A canine custody battle is brewing in Colorado between the men who rescued a stranded dog and it's owner.
The rescuers didn't know each other, but they were brought together by a dog they had seen in a photograph.
The picture of the dog, a female German shepherd named Missy, was posted on a website along with a message about the dog being injured and stranded near Colorado's Mt. Bierstadt, at around 13,000 feet.
The photo was taken by a hiker who located the dog, but was unable to get her off the mountain by himself.
Almost immediately, hikers and climbers started to organize a plan to go up and rescue the dog.
At 5:30 in the morning on August 6th eight men met at the trailhead and began the climb up Mt. Bierstadt.
"Just the thought of a dog being left up there, I mean I figured it is worth a chance to try to go find it," said Chase Lindell, one of the rescuers.
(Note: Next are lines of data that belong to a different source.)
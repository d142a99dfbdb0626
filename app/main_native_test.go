//go:build !wasm

package main

import (
	"bytes"
	"os"
	"path/filepath"
	"strings"
	"testing"

	"alvea/app/ui"
)

func init() { ui.Register() }

// Command lines that cannot run exit 2 with a message; help exits 0.
func TestDispatchUsage(t *testing.T) {
	cases := []struct {
		args []string
		code int
		want string // part of stderr (or stdout for help)
	}{
		{nil, 2, "usage: alvea"},
		{[]string{"fly"}, 2, `unknown command "fly"`},
		{[]string{"serve", "-bogus"}, 2, "flag provided but not defined"},
		{[]string{"serve", "extra"}, 2, `unexpected argument "extra"`},
		{[]string{"static", "-out"}, 2, "flag needs an argument"},
		{[]string{"static", "a", "b"}, 2, `unexpected argument "a"`},
		// -addr is checked before anything listens: an empty host would
		// listen on every interface.
		{[]string{"serve", "-addr", ""}, 2, `-addr "" is not host:port`},
		{[]string{"serve", "-addr", ":8000"}, 2, "would listen on every network interface"},
		{[]string{"serve", "-addr", "nonsense"}, 2, `-addr "nonsense" is not host:port`},
		{[]string{"serve", "-addr", "127.0.0.1:99999"}, 2, "the port must be a number from 0 (any free port) to 65535"},
		{[]string{"serve", "-addr", "127.0.0.1:-1"}, 2, "from 0 (any free port) to 65535"},
		{[]string{"serve", "-addr", "127.0.0.1:http"}, 2, "the port must be a number"},
		{[]string{"static", "-out", ""}, 2, "-out is empty"},
		{[]string{"help"}, 0, "usage: alvea"},
		{[]string{"serve", "-h"}, 0, "-addr"},
	}
	for _, c := range cases {
		var out, errOut bytes.Buffer
		code := dispatch(c.args, strings.NewReader(""), &out, &errOut)
		if code != c.code {
			t.Errorf("%q: exit %d, want %d (stderr %q)", c.args, code, c.code, errOut.String())
		}
		if !strings.Contains(out.String()+errOut.String(), c.want) {
			t.Errorf("%q: output %q lacks %q", c.args, out.String()+errOut.String(), c.want)
		}
	}
}

// alvea static fails plainly without a built app.wasm, and writes the site
// with one.
func TestStaticCommand(t *testing.T) {
	root := t.TempDir()
	web := filepath.Join(root, "web")
	os.MkdirAll(web, 0o755)
	var out, errOut bytes.Buffer
	if code := dispatch([]string{"static", "-root", root, "-out", filepath.Join(root, "dist")}, nil, &out, &errOut); code != 1 || !strings.Contains(errOut.String(), "app.wasm") {
		t.Errorf("without app.wasm: exit %d, stderr %q", code, errOut.String())
	}
	os.WriteFile(filepath.Join(web, "app.wasm"), []byte("\x00asm\x01\x00\x00\x00"), 0o644)
	out.Reset()
	errOut.Reset()
	dist := filepath.Join(root, "dist")
	if code := dispatch([]string{"static", "-root", root, "-out", dist}, nil, &out, &errOut); code != 0 {
		t.Fatalf("exit %d, stderr %q", code, errOut.String())
	}
	for _, f := range []string{"index.html", "app-worker.js", "web/app.wasm"} {
		if _, err := os.Stat(filepath.Join(dist, f)); err != nil {
			t.Errorf("dist lacks %s", f)
		}
	}
}
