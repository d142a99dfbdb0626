// Command alvea is the Alvea app: in the browser (js/wasm) it runs the
// tablet screens; natively it serves the app, writes the static site, and
// runs plans and audits from a terminal.
package main

import (
	"fmt"
	"net/http"
	"os"

	"github.com/maxence-charriere/go-app/v10/pkg/app"
)

type shell struct{ app.Compo }

func (s *shell) Render() app.UI {
	return app.Main().Body(
		app.H1().Text("Alvea"),
		app.P().Text("Planning aid. Verify against the gauges and the device's own figures; follow local protocol and medical direction."),
	)
}

func main() {
	app.Route("/", func() app.Composer { return &shell{} })
	app.RunWhenOnBrowser()

	h := &app.Handler{Name: "Alvea", Title: "Alvea"}
	http.Handle("/", h)
	fmt.Println("serving on http://127.0.0.1:8000")
	if err := http.ListenAndServe("127.0.0.1:8000", nil); err != nil {
		fmt.Fprintln(os.Stderr, err)
		os.Exit(1)
	}
}
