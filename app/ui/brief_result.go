package ui

import (
	"bytes"
	"strconv"
	"strings"

	"github.com/maxence-charriere/go-app/v10/pkg/app"

	"alvea/physio"
)

// briefResult is the Brief's result area. With any field invalid it shows
// what to fix and no number at all; otherwise the go / no-go summary, the
// warnings and every figure of the plan, each with its "How".
type briefResult struct {
	app.Compo
	Rev int
	s   *briefState
}

// Status texts of the summary line.
var statusText = map[string]string{
	physio.StatusGo:      "GO: nothing found against the plan",
	physio.StatusCaution: "GO, WITH CAUTIONS: read them below",
	physio.StatusNoGo:    "NO-GO: the plan as written does not hold",
}

// OnMount and OnDismount keep the panel's context, so a keystroke can
// flag the panel alone for an update, or write into it directly (see
// briefState.typed); once the panel is on screen its texts are written
// and its shape kept (afterRender).
func (c *briefResult) OnMount(ctx app.Context) {
	s := c.s
	s.resultCtx, s.resultUp = ctx, true
	s.shownShape, s.syncQueued, s.sentOK = s.shownShape[:0], false, false
	s.queueAfterRender()
}

func (c *briefResult) OnDismount() { c.s.resultUp = false }

func (c *briefResult) Render() app.UI {
	s := c.s
	s.queueAfterRender()
	m := s.model
	body := []app.UI{app.H2().Class("alv-card-title").ID("b-result-title").Text("Plan")}
	if !m.ok() {
		body = append(body, s.fixList())
	} else {
		body = append(body, s.summary(m.result)...)
	}
	return app.Section().ID("b-result").Class("alv-card b-result").Aria("labelledby", "b-result-title").Body(body...)
}

// fixList says what to fix; it never shows a number computed from the form.
func (s *briefState) fixList() app.UI {
	m := s.model
	items := make([]app.UI, 0, len(m.order)+len(m.other))
	for _, id := range m.order {
		id := id
		items = append(items, app.Li().Body(
			app.Button().ID("b-fix-"+id).Type("button").Class("b-fix-link").Text(fixText(m, id)).
				OnClick(func(ctx app.Context, e app.Event) {
					el := app.Window().GetElementByID(id)
					if el.Truthy() {
						el.Call("focus")
					}
				}, app.EventScope("fix", id)),
		))
	}
	for i, o := range m.other {
		items = append(items, app.Li().ID("b-fix-other"+strconv.Itoa(i)).Text(o))
	}
	return app.Div().ID("b-fix").Class("b-fix").Body(
		app.P().ID("b-status").Class("b-status").DataSet("status", "incomplete").Attr("role", "status").
			Text(fixStatus(len(items))),
		app.P().Text("The plan appears when every field is valid. Tap an item to go to its field."),
		app.Ul().Class("b-fix-list").Body(items...),
	)
}

// fixText is the fix list's line for field id: where it is, and what to fix.
func fixText(m *briefModel, id string) string {
	if where := m.labels[id]; where != "" {
		return where + ": " + m.msgs[id]
	}
	return m.msgs[id]
}
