//go:build wasm

package main

// runNative is never reached in the browser (app.RunWhenOnBrowser blocks).
func runNative(args []string) int { return 0 }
Around 8 a.m. the rescue group reached the Sawtooth ridge and spotted the dog.
"The dog seemed really weak and it couldn't move much at all," Lindell said. "And given the terrain there was no way the dog was walking out of there. So, we were able to get the dog into a backpack."
The group started giving Missy some food and water.
"A very sweet dog, I mean you could tell she was worn out, but she was happy," said Alex Gelb, one of the rescuers.
They carried Missy off the mountain through a snow squall and got her to a veterinarian, where she is being treated for injuries to her paws and dehydration.
The story of the rescue quickly spread on the 14ers.com website.
The owner of the dog, Anthony Ortalani, also posted the story of how the dog became stranded.
Ortalani says he was hiking with the dog when her paws became blistered and were too sore for her to continue walking.
With the dog unable to walk, Ortalani says he tried to carry the dog off the mountain, but was unable.
He says that attempts to lower the dog with ropes were injuring the dog even more, and with a storm approaching he was forced to leave the dog behind.
Once down the mountain Ortalani says he contacted a search and rescue group and the Sheriff's department, but was told it was too risky to send a rescue crew up for the dog.
When Missy was eventually located, she had been on the mountain for eight days without food or water.
In his posting on 14ers.com the dog owner said, "I am at a complete loss of words. My gratitude for the people involved in this is without measure."
He went on to say, "I humbly beg the forgiveness of the community and most of all my Missy Girl. Thank you all from the bottom of my heart."
At issue now is where Missy will live once she recovers from her injured paws.
The Clear Creek County Sheriff's department is currently investigating the case and it may not be a simple one.
"This does not sound like a black and white case to me," said Jennifer Edwards, an attorney and founder of the Animal Law Center. "Certainly with the facts that I've read, this is going to be a very emotional and maybe even litigious case."
Edwards says the dog owner's efforts to rescue the dog during that eight day time period will be a factor.
"This may be an animal welfare case, more than it is an animal legal case or property case. This is a case about an animal's welfare and it may come down to what are the best interests of what the dogs standard would be," Edwards said.